Kemerdekaan Perempuan: Sudahkah Terpenuhi?

Perempuan
Ilustrasi: istockphoto.

Indonesia telah merdeka selama lebih dari 78 tahun. Meskipun negara telah merdeka secara politik, kemerdekaan untuk perempuan masih belum terpenuhi. Perempuan masih sering mengalami ketidaksetaraan, diskriminasi, dan kekerasan berbasis gender.

Di tahun 2024 yang baru berjalan 5 bulan ini, sudah terjadi berbagai kasus pembunuhan pada perempuan. Pada bulan Februari 2024 lalu, terjadi pembunuhan terhadap seorang perempuan berinisial FD oleh tersangka berinisial H di sebuah kos daerah Kotabaru, Yogyakarta.

Pembunuhan tersebut terjadi karena korban membatalkan kencan mereka dan membuat H emosi. H melakukan penusukan dengan menggunakan pisau lipat milik pelaku.

Bacaan Lainnya
DONASI

Kemudian, pada Rabu (24/4), juga terjadi pembunuhan terhadap RM oleh rekan kerjanya yang bernama Ahmad Arif Ridwan Nuwloh di kamar hotel daerah Bandung. Kejadian tersebut dilatarbelakangi oleh kekesalan Arif terhadap RM yang mendesak untuk menikah.
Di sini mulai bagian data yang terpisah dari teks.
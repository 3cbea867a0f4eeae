/**
 * Assembly U-factors from a base-assembly library plus the user's added insulation
 * (parallel-path method, HoF 2021 ch. 27/26: U = Σ fᵢ / Rᵢ over the framing and cavity paths,
 * each path's R the sum of its layers in series).
 *
 * Material and film resistances (h·ft²·°F/Btu), checked against HoF 2021 SI ch. 26 read in a
 * stored Markdown copy of the SI chapter (SI values × 5.678 = IP; tests/unit/load/material-resistances.test.ts):
 * - surface films, ch. 26 Table 10 (nonreflective, ε 0.90; R = 1/h): inside vertical 0.68
 *   (h 8.29 W/m²·K), heat flow up 0.61 (9.26), heat flow down 0.92 (6.13), 45° slope up 0.62
 *   (9.09) / down 0.76 (7.50); outside winter 6.7 m/s (15 mph) 0.17 (h 34.0), outside summer
 *   3.4 m/s (7.5 mph) 0.25 (h 22.7).
 * - materials, ch. 26 Table 1: gypsum or plaster board ½ in 0.45 (k 0.16 W/m·K); OSB 7/16 in
 *   0.62 (9 to 11 mm, R 0.11 m²·K/W); plywood ¾ in 1.08 (19.0 mm, R 0.19); vinyl siding
 *   hollow-backed 0.62 (R 0.11); asphalt shingles 0.44 (R 0.078); stucco ⅞ in 0.18 (cement
 *   plaster, sand aggregate, k 0.72); 8 in hollow normal-weight block 1.1 (printed range
 *   0.17–0.20 m²·K/W = 0.97–1.14 for 2 or 3 cores; 1.1 used), perlite-filled
 *   cores 1.99 (R 0.35; was 2.0 from memory); softwood 1.25 per inch (as ch. 27 Example 3
 *   uses, below, and the 90.1 Appendix A convention; inside Table 1's hem/fir and spruce/pine/fir range,
 *   k 0.11–0.13 W/m·K = 1.11–1.31 per inch; Douglas fir and southern pine, k 0.14–0.16, are
 *   lower, about 0.9–1.0 per inch).
 * - unventilated vertical air space ¾–3½ in about 1.0: our rounded value inside ch. 26 Table 3
 *   (20 to 90 mm, vertical, ε 0.82: 0.13–0.27 m²·K/W = 0.8–1.5 by mean temperature).
 * - framing fractions: walls 25 % at 16 in o.c., 22 % at 24 in — HoF 2021 SI ch. 27 (read in a
 *   stored copy, p. 27.3: studs, plates and sills 0.21 / 0.18 plus headers 0.04, cavity 0.75 /
 *   0.78), which is also the 90.1 Appendix A convention (from memory); attic ceilings 85 %
 *   full-depth insulation, 5 % half depth (eaves), 10 % joist (truss chord); rafters and floor
 *   joists 10 % at 16 in, 7 % at 24 in (from memory).
 * - softwood 1.25 per inch is also what HoF 2021 ch. 27 Example 3 uses: a 38 × 90 mm stud at
 *   R 0.77 m²·K/W = 4.37 h·ft²·°F/Btu for 3.5 in (read); the wall test reproduces that example.
 *
 * Walls follow the 90.1 Appendix A wall convention (films, siding, studs and cavity, gypsum; the
 * structural sheathing is not counted), which reproduces its published U-factors and errs a few
 * per cent high (conservative) for a sheathed wall.
 */
import type {
  CeilingConstruction,
  FloorConstruction,
  RoofConstruction,
  WallBaseAssembly,
  WallConstruction,
} from "./input";

export const FILM_R = {
  insideVertical: 0.68,
  insideHeatFlowUp: 0.61,
  insideHeatFlowDown: 0.92,
  insideSlopedUp: 0.62,
  insideSlopedDown: 0.76,
  outsideWinter: 0.17,
  outsideSummer: 0.25,
} as const;

export const MATERIAL_R = {
  gypsumHalfInch: 0.45,
  osbSevenSixteenthsInch: 0.62,
  plywoodThreeQuarterInch: 1.08,
  vinylSiding: 0.62,
  asphaltShingles: 0.44,
  softwoodPerInch: 1.25,
  cmu8inHollow: 1.1,
  cmu8inCoreFilled: 1.99,
  stuccoSevenEighthsInch: 0.18,
  airSpaceVertical: 1.0,
  /**
   * Blown loose-fill insulation per inch, used only to find how much lies over a ceiling joist: our
   * middle value between HoF 2021 ch. 26 Table 1 attic glass fiber (k 0.052–0.055 W/m·K, 2.6–2.8
   * per inch) and attic cellulose (k 0.039–0.040, 3.6–3.7 per inch).
   */
  looseFillPerInch: 3.1,
} as const;

export type Season = "heating" | "cooling";
export type MassClass = "light-frame" | "masonry";

interface Path {
  fraction: number;
  r: number;
}

/** Parallel-path U-factor: U = Σ fᵢ/Rᵢ (HoF 2021 ch. 27, the method it gives for wood-frame walls; read). */
export function parallelPathU(paths: readonly Path[]): number {
  let u = 0;
  for (const p of paths) u += p.fraction / p.r;
  return u;
}

function outsideFilm(season: Season): number {
  return season === "heating" ? FILM_R.outsideWinter : FILM_R.outsideSummer;
}

interface WallBase {
  kind: "wood" | "cmu";
  /** Stud or furring depth, in. */
  framingDepthIn: number;
  framingFraction: number;
  /** Mass class for the cooling time lag. */
  mass: MassClass;
  /** R of the block itself (cmu only). */
  blockR?: number;
}

const WALL_BASES: Record<WallBaseAssembly, WallBase> = {
  "wood-2x4-16in-oc": { kind: "wood", framingDepthIn: 3.5, framingFraction: 0.25, mass: "light-frame" },
  "wood-2x4-24in-oc": { kind: "wood", framingDepthIn: 3.5, framingFraction: 0.22, mass: "light-frame" },
  "wood-2x6-16in-oc": { kind: "wood", framingDepthIn: 5.5, framingFraction: 0.25, mass: "light-frame" },
  "wood-2x6-24in-oc": { kind: "wood", framingDepthIn: 5.5, framingFraction: 0.22, mass: "light-frame" },
  // Block walls: interior 1½ in wood furring at 24 in o.c. (10 %, from memory) holds any cavity insulation.
  "cmu-8in-hollow": {
    kind: "cmu",
    framingDepthIn: 1.5,
    framingFraction: 0.1,
    mass: "masonry",
    blockR: MATERIAL_R.cmu8inHollow,
  },
  "cmu-8in-core-filled": {
    kind: "cmu",
    framingDepthIn: 1.5,
    framingFraction: 0.1,
    mass: "masonry",
    blockR: MATERIAL_R.cmu8inCoreFilled,
  },
};

export function wallMassClass(baseId: WallBaseAssembly): MassClass {
  return WALL_BASES[baseId].mass;
}

/** Wall U-factor, Btu/h·ft²·°F, for a base assembly plus added cavity/continuous insulation. */
export function wallU(construction: WallConstruction, season: Season = "heating"): number {
  if (construction.uFactor !== undefined) return construction.uFactor;
  const base = WALL_BASES[construction.baseId];
  const framingR = base.framingDepthIn * MATERIAL_R.softwoodPerInch;
  const cavityR = construction.cavityR > 0 ? construction.cavityR : MATERIAL_R.airSpaceVertical;
  const exteriorR =
    base.kind === "wood" ? MATERIAL_R.vinylSiding : MATERIAL_R.stuccoSevenEighthsInch + (base.blockR ?? 0);
  const seriesR =
    outsideFilm(season) +
    exteriorR +
    construction.continuousR +
    MATERIAL_R.gypsumHalfInch +
    FILM_R.insideVertical;
  return parallelPathU([
    { fraction: 1 - base.framingFraction, r: seriesR + cavityR },
    { fraction: base.framingFraction, r: seriesR + framingR },
  ]);
}

/**
 * Ceiling under a vented attic, heat flow up (heating) or down (cooling): 85 % full-depth
 * insulation, 5 % half depth at the eaves, 10 % over the 3½ in truss chord (90.1 Appendix A
 * convention, from memory). The attic side has a still-air film.
 */
export function ceilingU(construction: CeilingConstruction, season: Season = "heating"): number {
  if (construction.uFactor !== undefined) return construction.uFactor;
  const joistFraction = construction.baseId === "attic-joists-16in-oc" ? 0.13 : 0.1;
  const chordDepthIn = 3.5;
  const film = season === "heating" ? 2 * FILM_R.insideHeatFlowUp : 2 * FILM_R.insideHeatFlowDown;
  const series = film + MATERIAL_R.gypsumHalfInch + construction.continuousR;
  const insulR = construction.cavityR;
  // Over the joist: the joist plus whatever insulation lies above its top.
  const insulDepthIn = insulR / MATERIAL_R.looseFillPerInch;
  const overJoistR = Math.max(0, insulDepthIn - chordDepthIn) * MATERIAL_R.looseFillPerInch;
  const emptyR = insulR > 0 ? 0 : MATERIAL_R.airSpaceVertical; // an uninsulated ceiling still has an air layer
  const fullFraction = 0.9 - joistFraction + 0.05; // 85 % at 24 in o.c.
  return parallelPathU([
    { fraction: fullFraction, r: series + insulR + emptyR },
    { fraction: 0.05, r: series + insulR / 2 + emptyR },
    { fraction: joistFraction, r: series + chordDepthIn * MATERIAL_R.softwoodPerInch + overJoistR },
  ]);
}

const RAFTER_DEPTH_IN = {
  "roof-rafters-2x8-24in-oc": 7.25,
  "roof-rafters-2x10-24in-oc": 9.25,
  "roof-rafters-2x12-24in-oc": 11.25,
} as const;

/**
 * Insulated roof on rafters, 24 in o.c. (7 % framing, from memory): shingles, OSB deck, cavity
 * (or air), continuous insulation, and either a gypsum ceiling (vaulted) or an open underside
 * (encapsulated attic deck).
 */
export function roofU(
  construction: RoofConstruction,
  options: { season: Season; gypsumCeiling: boolean; includeOutsideFilm?: boolean },
): number {
  if (construction.uFactor !== undefined) return construction.uFactor;
  const depthIn = RAFTER_DEPTH_IN[construction.baseId];
  const framingFraction = 0.07;
  const insideFilm = options.season === "heating" ? FILM_R.insideSlopedUp : FILM_R.insideSlopedDown;
  const out = options.includeOutsideFilm === false ? 0 : outsideFilm(options.season);
  const series =
    out +
    MATERIAL_R.asphaltShingles +
    MATERIAL_R.osbSevenSixteenthsInch +
    construction.continuousR +
    (options.gypsumCeiling ? MATERIAL_R.gypsumHalfInch : 0) +
    insideFilm;
  const cavityR = construction.cavityR > 0 ? construction.cavityR : MATERIAL_R.airSpaceVertical;
  return parallelPathU([
    { fraction: 1 - framingFraction, r: series + cavityR },
    { fraction: framingFraction, r: series + depthIn * MATERIAL_R.softwoodPerInch },
  ]);
}

/** Bare roof deck of a vented attic (shingles + OSB + attic-side film), outside film excluded (sol-air supplies it). */
export function ventedRoofDeckUWithoutOutsideFilm(): number {
  return 1 / (MATERIAL_R.asphaltShingles + MATERIAL_R.osbSevenSixteenthsInch + FILM_R.insideSlopedDown);
}

/**
 * Framed floor over unconditioned space: carpetless ¾ in plywood subfloor, joists 9¼ in (2x10)
 * at 16 in (10 %) or 24 in (7 %) o.c., still-air films both sides, or an outdoor film below.
 */
export function floorU(
  construction: FloorConstruction,
  underside: "still-air" | "outdoors",
  season: Season = "heating",
): number {
  if (construction.uFactor !== undefined) return construction.uFactor;
  const framingFraction = construction.baseId === "floor-joists-2x10-24in-oc" ? 0.07 : 0.1;
  const depthIn = 9.25;
  const filmAbove = season === "heating" ? FILM_R.insideHeatFlowDown : FILM_R.insideHeatFlowUp;
  const filmBelow = underside === "outdoors" ? outsideFilm(season) : filmAbove;
  const series = filmAbove + MATERIAL_R.plywoodThreeQuarterInch + construction.continuousR + filmBelow;
  const cavityR = construction.cavityR > 0 ? construction.cavityR : MATERIAL_R.airSpaceVertical;
  return parallelPathU([
    { fraction: 1 - framingFraction, r: series + cavityR },
    { fraction: framingFraction, r: series + depthIn * MATERIAL_R.softwoodPerInch },
  ]);
}

// ---------------------------------------------------------------------------------------------
// Slabs and foundation walls.

/** 1 W/(m·K) in Btu/(h·ft·°F) (NIST SP 811: 1 Btu/(h·ft·°F) = 1.730735 W/(m·K)). */
export const BTUH_FT_F_PER_W_M_K = 1 / 1.730735;

/**
 * Slab-on-grade perimeter heat loss coefficients F_p, HoF 2021 SI ch. 18 Table 24 (read in a stored
 * copy, p. 18.39), W/(m·K), by the foundation wall under the slab edge, uninsulated or with
 * m²·K/W (R-5.4 h·ft²·°F/Btu) from the slab edge to the footer. Used with eq. 40–41:
 * q = p·F_p·Δt.
 */
export const SLAB_EDGE_F_P_W_M_K = {
  "block-8in-brick-facing": { uninsulated: 1.17, insulated: 0.86 },
  "block-4in-brick-facing": { uninsulated: 1.45, insulated: 0.85 },
  "metal-stud-stucco": { uninsulated: 2.07, insulated: 0.92 },
  "poured-concrete-perimeter-duct": { uninsulated: 3.67, insulated: 1.24 },
} as const;
export type SlabEdgeConstruction = keyof typeof SLAB_EDGE_F_P_W_M_K;
/** The edge insulation of the table's insulated case, h·ft²·°F/Btu (R-0.95 m²·K/W × 5.678). */
export const SLAB_TABLE_INSULATED_R = 0.95 * 5.678;

/**
 * F-factor of a slab edge, Btu/h·ft·°F: the Table 24 value of its construction, uninsulated or
 * insulated. Between R-0 and the table's our linear interpolation in R; above the
 * table's insulated value is kept (it gives nothing for more insulation, so the loss is then
 * overstated a little — conservative for heating).
 */
export function slabFFactor(
  edgeInsulationR: number,
  construction: SlabEdgeConstruction = "block-8in-brick-facing",
): number {
  const row = SLAB_EDGE_F_P_W_M_K[construction];
  const t = Math.min(1, edgeInsulationR / SLAB_TABLE_INSULATED_R);
  return (row.uninsulated + t * (row.insulated - row.uninsulated)) * BTUH_FT_F_PER_W_M_K;
}

/**
 * Soil conductivity for below-grade heat loss, Btu/h·ft·°F: HoF 2021 SI ch. 26 Table 8 (read in a
 * stored copy), "high" design value, "moderately conservative ... for maximum heat loss (e.g., peak
 * winter heat loss calculations for a basement)": 2.25 W/(m·K) for sands, silts and loams (clays
 * 1.56), taken because the soil is not known; ÷ 1.7307 = 1.30. Was 0.8 (from memory).
 */
const SOIL_CONDUCTIVITY_BTUH_FT_F = 1.3;

/**
 * Below-grade concrete wall, Btu/h·ft²·°F to the ground temperature: inside film 0.68, 8 in
 * concrete (C-factor 1.14 → R 0.88, 90.1 Appendix A, from memory; HoF 2021 ch. 26 Table 1 gives
 * sand-and-gravel concretes k 1.3–2.9 W/(m·K), i.e. R 0.40–0.89 for 8 in, so 0.88 is its top),
 * added continuous insulation, and an effective soil resistance of half the depth over the soil
 * conductivity: our one-line simplification of HoF 2021 ch. 18 eq. 38 (read), which it matches
 * within +1 to +8 % (higher, so conservative) from 1 to 8 ft deep, uninsulated or R-10, at the
 * same soil conductivity (tests/unit/load/material-resistances.test.ts). Ch. 18 itself tabulates
 * at k 1.4 W/(m·K), "a typical value"; we take ch. 26's high design value for peak heat loss.
 */
export function belowGradeWallU(insulationR: number, depthBelowGradeFt: number): number {
  const soilR = (0.5 * depthBelowGradeFt) / SOIL_CONDUCTIVITY_BTUH_FT_F;
  return 1 / (FILM_R.insideVertical + 0.88 + insulationR + soilR);
}

/** Above-grade part of a concrete foundation wall, Btu/h·ft²·°F. */
export function aboveGradeFoundationWallU(insulationR: number, season: Season = "heating"): number {
  return 1 / (outsideFilm(season) + 0.88 + insulationR + FILM_R.insideVertical);
}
Pada bulan selanjutnya, Jumat (3/5), terjadi pembunuhan terhadap seorang pekerja seks komersial berinisial RA di Bali oleh pelaku yang bernama Amrin Al-Rasyid Pane. Pelaku kesal karena korban meminta tambahan tarif. Pembunuhan terhadap para perempuan tersebut terjadi dengan adanya motivasi gender.

Diana E.H. Russell, seorang aktivis dan cendekiawan feminis, memperkenalkan istilah femisida yang merujuk pada tindakan pembunuhan misoginis terhadap perempuan.

Komnas Perempuan mengkategorisasikan femisida menjadi 9 jenis, yaitu femisida intim, femisida konteks konflik bersenjata, femisida konteks industri seks komersial, femisida perempuan dengan disabilitas, femisida orientasi seksual dan identitas gender, femisida di penjara, femisida non intim/ pembunuhan sistematis, femisida pegiat HAM, dan femisida budaya.

Femisida budaya terdiri atas femisida atas nama kehormatan, femisida terkait mahar, femisida terkait ras, suku, dan etnis, femisida terkait tuduhan sihir, femisida terkait pelukaan dan pemotongan genital perempuan, serta femisida bayi.

Laporan United Nations Office on Drugs and Crime (UNODC) menunjukkan bahwa rata-rata lebih dari 133 perempuan atau anak perempuan dibunuh setiap hari oleh seseorang dalam keluarga mereka sendiri. Asia menjadi wilayah urutan kedua terbanyak pada terjadinya kasus femisida dengan data sebanyak 18.400 perempuan dibunuh oleh anggota keluarganya sendiri pada tahun 2022.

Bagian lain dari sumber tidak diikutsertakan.